If you are a regular reader of this blog you will know that I try hard to promote positivity, so this post is a bit different for me. Lately I have been feeling a bit disillusioned with life and this feeling has spread to my blog as well. I am going to draft this post to get a few things off my chest, whether I post it or not will be another story.
Life has been ridiculously stressful lately and super busy but it’s never effected my blogging before. It’s all things I have no control over, so no idea how to step away and turn my mind off to it. Work and home haven’t been going well and you know when you can normally balance it when ones going bad the others pretty great? Well I’ve had no such luck lately. I feel like I’m about to snap, I want to switch off and relax but not sure how you go about it. I keep getting poorly at the moment as well and I know that’s due to being stressed and run down. Everything just seems a little grey.
In terms of my blogging block, I suppose I don’t have any blogging buddies either so don’t have anyone to talk it through with or anyone who understands this hobby. I want to say I have fallen out of love with it, but that’s not true I love blogging fiercely. ‘Lipsticks and Lashes’ is my little sanctuary and I really enjoy it, cherish it, it’s my baby. However right now and over the past week or so I keep sitting at my laptop and it’s just blank. I have ideas for posts, lists and lists of ideas, but I can’t seem to focus to put anything together, no words are coming out.
I also hate to compare my blog to others, that’s not why I started this. I started it as I love writing.
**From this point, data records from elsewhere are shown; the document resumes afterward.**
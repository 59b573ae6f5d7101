/**
 * The worker side of the clip pool: measures one clip per task. Runs inside a worker thread started by
 * `study.ts` through `clipWorkerBootstrap.mjs` (which registers the TypeScript loader first).
 */
import { measureClip, type ClipJob, type ClipResult } from './clip.ts';

/** The task a worker receives. */
export interface ClipTask {
  job: ClipJob;
  threads?: number;
}

/** Measures one clip (piscina calls the default export). */
export default async function run(task: ClipTask): Promise<ClipResult> {
  return measureClip(task.job, { threads: task.threads });
}
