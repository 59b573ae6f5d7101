/**
 * Joins the dataset folders of a sharded study (`tossmeter measure --shard k/n`, one folder per shard)
 * into one dataset whose CSV and Parquet files are byte-identical to those of a single run over the whole
 * study. Only `run.json` differs: the merged one records the shards it came from.
 *
 * Everything is checked before anything is written: every folder is a finished shard (`run.json` with a
 * shard, `datapackage.json` present), all shards were made with the same options, tool version and ffmpeg
 * version, shards 1..n are each present exactly once, every toss sits in the shard its toss_id hashes to,
 * and no toss_id appears twice. A problem is a `UsageError` (exit code 2) naming the folder.
 */
import { stat, readFile, realpath } from 'node:fs/promises';
import { createRequire } from 'node:module';
import { join, resolve } from 'node:path';
import { z } from 'zod';
import { UsageError, optionError } from '../errors.ts';
import { readFrames, readTosses, writeDataset, type FrameRow, type TossRow } from '../dataset/index.ts';
import { shardOf } from './study.ts';

const require = createRequire(import.meta.url);
const pkg = require('../../package.json') as { version: string };

/** One shard folder as the merge found it. */
export interface MergedShard {
  /** The folder as given. */
  dir: string;
  /** 1-based shard index and the shard count, from its run.json. */
  index: number;
  count: number;
  tosses: number;
  frames: number;
}

/** What `mergeDatasets` returns: the merged rows, their status counts, the shards and the output folder. */
export interface MergeResult {
  tosses: TossRow[];
  frames: FrameRow[];
  /** As `measureStudy`'s: `unusable` counts flagged tosses with no spin rate. */
  counts: { ok: number; flagged: number; failed: number; unusable: number };
  /** The shards, ordered by index. */
  shards: MergedShard[];
  /** Absolute path of the merged dataset folder. */
  outDir: string;
}

const InputSchema = z.object({ file: z.string(), size_bytes: z.number().nullable(), sha256: z.string().nullable() });
const RunSchema = z.looseObject({
  tool_version: z.string(),
  ffmpeg_version: z.string(),
  node_version: z.string().optional(),
  options: z.looseObject({ shard: z.string().nullable() }),
  inputs: z.array(InputSchema),
  started_at: z.string().optional(),
  finished_at: z.string().optional(),
});
type RunRecord = z.infer<typeof RunSchema>;

interface Shard extends MergedShard {
  run: RunRecord;
  /** run.json's options as written (key order kept; zod's output reorders keys). */
  options: Record<string, unknown>;
  tossRows: TossRow[];
  frameRows: FrameRow[];
}

const byText = (a: string, b: string): number => (a < b ? -1 : a > b ? 1 : 0);

/** JSON text with object keys sorted, for comparing option records. */
function canonicalJson(value: unknown): string {
  if (Array.isArray(value)) return `[${value.map(canonicalJson).join(',')}]`;
  if (value !== null && typeof value === 'object') {
    const entries = Object.entries(value as Record<string, unknown>).sort(([a], [b]) => byText(a, b));
    return `{${entries.map(([k, v]) => `${JSON.stringify(k)}:${canonicalJson(v)}`).join(',')}}`;
  }
  return JSON.stringify(value ?? null);
}

async function isFile(path: string): Promise<boolean> {
  return stat(path).then((s) => s.isFile(), () => false);
}

/** Reads and checks one shard folder (its own consistency only). */
async function readShard(dir: string): Promise<Shard> {
  const where = `shard folder "${dir}"`;
  const st = await stat(dir).catch(() => null);
  if (!st?.isDirectory()) throw new UsageError(`${where}: no such folder`);
  const runFile = join(dir, 'run.json');
  let text: string;
  try {
    text = await readFile(runFile, 'utf8');
  } catch {
    throw new UsageError(`${where}: no run.json (expected the output folder of \`tossmeter measure --shard k/n\`)`);
  }
  let json: unknown;
  try {
    json = JSON.parse(text);
  } catch {
    throw new UsageError(`${where}: run.json is not valid JSON`);
  }
  const parsed = RunSchema.safeParse(json);
  if (!parsed.success) throw new UsageError(`${where}: run.json is not a tossmeter run record (${z.prettifyError(parsed.error).replace(/\s+/g, ' ').trim()})`);
  const run = parsed.data;
  if (run.options.shard === null) throw new UsageError(`${where}: a full run, not a shard (run.json options.shard is null)`);
  const m = /^(\d+)\/(\d+)$/.exec(run.options.shard);
  const index = m ? Number(m[1]) : NaN;
  const count = m ? Number(m[2]) : NaN;
  if (!(count >= 1 && index >= 1 && index <= count)) throw new UsageError(`${where}: run.json has shard ${JSON.stringify(run.options.shard)}, expected k/n with 1 ≤ k ≤ n`);
  if (!(await isFile(join(dir, 'datapackage.json')))) throw new UsageError(`${where}: no datapackage.json (the shard's run did not finish)`);
  // Parquet holds the values exactly (no CSV formula guard to undo); the CSV is the fallback.
  const table = async (name: string) => ((await isFile(join(dir, `${name}.parquet`))) ? join(dir, `${name}.parquet`) : dir);
  let tossRows: TossRow[];
  let frameRows: FrameRow[];
  try {
    tossRows = await readTosses(await table('tosses'));
    frameRows = await readFrames(await table('frames'));
  } catch (err) {
    throw new UsageError(`${where}: ${err instanceof Error ? err.message : String(err)}`);
  }
  const options = (json as { options: Record<string, unknown> }).options;
  return { dir, index, count, run, options, tossRows, frameRows, tosses: tossRows.length, frames: frameRows.length };
}

/** Throws unless every shard has the options, versions and count of the first one. */
function checkSameRun(shards: readonly Shard[]): void {
  const first = shards[0];
  const optionsOf = (s: Shard) => {
    const { shard: _shard, ...rest } = s.options;
    return rest as Record<string, unknown>;
  };
  const base = optionsOf(first);
  for (const s of shards.slice(1)) {
    const where = `shard folder "${s.dir}"`;
    if (s.count !== first.count) throw new UsageError(`${where}: shard ${s.index}/${s.count}, but "${first.dir}" is shard ${first.index}/${first.count} (different shard counts)`);
    if (s.run.tool_version !== first.run.tool_version) {
      throw new UsageError(`${where}: made with tossmeter ${s.run.tool_version}, but "${first.dir}" with tossmeter ${first.run.tool_version}`);
    }
    if (s.run.ffmpeg_version !== first.run.ffmpeg_version) {
      throw new UsageError(`${where}: made with ffmpeg ${s.run.ffmpeg_version}, but "${first.dir}" with ffmpeg ${first.run.ffmpeg_version}`);
    }
    const opts = optionsOf(s);
    const keys = [...new Set([...Object.keys(base), ...Object.keys(opts)])].sort(byText);
    for (const key of keys) {
      const a = canonicalJson(base[key]);
      const b = canonicalJson(opts[key]);
      if (a !== b) throw new UsageError(`${where}: made with different options: ${key} is ${b} here but ${a} in "${first.dir}"`);
    }
  }
}

/** Throws unless shards 1..n are each present exactly once. */
function checkComplete(shards: readonly Shard[]): Shard[] {
  const count = shards[0].count;
  const seen = new Map<number, Shard>();
  for (const s of shards) {
    const earlier = seen.get(s.index);
    if (earlier) throw new UsageError(`shard folder "${s.dir}": shard ${s.index}/${count} again (also in "${earlier.dir}")`);
    seen.set(s.index, s);
  }
  const missing = Array.from({ length: count }, (_, i) => i + 1).filter((k) => !seen.has(k));
  if (missing.length > 0) {
    const given = [...seen.keys()].sort((a, b) => a - b).map((k) => `${k}/${count}`).join(', ');
    const list = missing.map((k) => `${k}/${count}`).join(', ');
    throw new UsageError(`shard${missing.length > 1 ? 's' : ''} ${list} missing (given: ${given})`);
  }
  return [...seen.values()].sort((a, b) => a.index - b.index);
}

/** Throws when a toss sits in the wrong shard or a toss_id appears twice. */
function checkTosses(shards: readonly Shard[]): void {
  const owner = new Map<string, Shard>();
  for (const s of shards) {
    for (const t of s.tossRows) {
      const id = String(t.toss_id);
      const earlier = owner.get(id);
      if (earlier === s) throw new UsageError(`shard folder "${s.dir}": toss_id "${id}" appears twice`);
      if (earlier) throw new UsageError(`shard folder "${s.dir}": toss_id "${id}" is also in shard folder "${earlier.dir}"`);
      owner.set(id, s);
      const home = shardOf(id, s.count);
      if (home !== s.index) throw new UsageError(`shard folder "${s.dir}": toss_id "${id}" belongs to shard ${home}/${s.count} by its hash, not ${s.index}/${s.count}`);
    }
    const ids = new Set(s.tossRows.map((t) => String(t.toss_id)));
    const stray = s.frameRows.find((f) => !ids.has(String(f.toss_id)));
    if (stray) throw new UsageError(`shard folder "${s.dir}": the frames table has toss_id "${String(stray.toss_id)}", which is not in the tosses table`);
  }
}

/** The merged run record: the shared options (shard null), every input, and the shards it came from. */
function mergedRun(shards: readonly Shard[]): object {
  const first = shards[0].run;
  const options = { ...shards[0].options, shard: null };
  const inputs = shards.flatMap((s) => s.run.inputs).sort((a, b) => byText(a.file, b.file));
  const times = (key: 'started_at' | 'finished_at') => shards.map((s) => s.run[key]).filter((t): t is string => typeof t === 'string').sort(byText);
  const started = times('started_at');
  const finished = times('finished_at');
  return {
    tool: 'tossmeter',
    tool_version: first.tool_version,
    ffmpeg_version: first.ffmpeg_version,
    node_version: first.node_version ?? null,
    options,
    inputs,
    started_at: started[0] ?? null,
    finished_at: finished[finished.length - 1] ?? null,
    merged_from: shards.map((s) => ({
      folder: s.dir,
      shard: `${s.index}/${s.count}`,
      tosses: s.tosses,
      frames: s.frames,
      node_version: s.run.node_version ?? null,
      started_at: s.run.started_at ?? null,
      finished_at: s.run.finished_at ?? null,
    })),
    merged_by: { tool_version: pkg.version, node_version: process.version, merged_at: new Date().toISOString() },
  };
}

/**
 * Merges the dataset folders of a sharded study into `outDir`.
 *
 * Rows are ordered as a full run orders them: tosses by `file` (code-unit order), each toss's frames after
 * it in the order its shard wrote them. The CSV and Parquet files are then written by `writeDataset`, so they
 * are byte-identical to a full run's; `run.json` keeps the shared options (with `shard: null`), all inputs
 * sorted by file, the earliest start and latest finish, and a `merged_from` list of the shards.
 *
 * @param dirs - the shard folders (any order), together holding shards 1..n of one study exactly once
 * @param outDir - the merged dataset folder (created if needed; must not be one of `dirs`)
 * @throws UsageError naming the folder and the problem: not a finished shard, different options or tool or
 *   ffmpeg versions, a missing or doubled shard, a toss_id in two shards or in the wrong shard
 */
export async function mergeDatasets(dirs: readonly string[], outDir: string): Promise<MergeResult> {
  if (dirs.length === 0) throw new UsageError('merge: no shard folders given');
  const outAbs = resolve(outDir);
  const outReal = await realpath(outAbs).catch(() => outAbs);
  for (const dir of dirs) {
    const real = await realpath(resolve(dir)).catch(() => resolve(dir));
    if (real === outReal) throw optionError('--out', 'a folder other than the shard folders', outDir);
  }
  const read: Shard[] = [];
  for (const dir of dirs) read.push(await readShard(dir));
  checkSameRun(read);
  const shards = checkComplete(read);
  checkTosses(shards);

  const framesOf = new Map<string, FrameRow[]>();
  for (const s of shards) {
    for (const f of s.frameRows) {
      const id = String(f.toss_id);
      let list = framesOf.get(id);
      if (!list) framesOf.set(id, (list = []));
      list.push(f);
    }
  }
  // Same comparator as measureStudy's: Array.prototype.sort is stable, `file` is unique in a study.
  const tosses = shards.flatMap((s) => s.tossRows).sort((a, b) => byText(String(a.file), String(b.file)));
  const frames = tosses.flatMap((t) => framesOf.get(String(t.toss_id)) ?? []);
  await writeDataset(outAbs, { tosses, frames, run: mergedRun(shards) });
  const counts = { ok: 0, flagged: 0, failed: 0, unusable: 0 };
  for (const t of tosses) {
    if (t.status === 'ok' || t.status === 'flagged' || t.status === 'failed') counts[t.status]++;
    if (t.status === 'flagged' && t.spin_rev_s === null) counts.unusable++;
  }
  const summary = shards.map(({ dir, index, count, tosses: n, frames: m }) => ({ dir, index, count, tosses: n, frames: m }));
  return { tosses, frames, counts, shards: summary, outDir: outAbs };
}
I want to be a writer one day and thought blogging was a great way to practice my writing. I just find it’s become such a competitive community. I have always been flattered that people even check out my blog let alone follow it. But I am sometimes not sure I fit in.
I feel like I have lost my blogging mojo and I don’t know how to fix it.
Apologies for a bit of a ‘bleurgh’ post but I feel better for venting. Have you ever had the blogger blues or blogger block?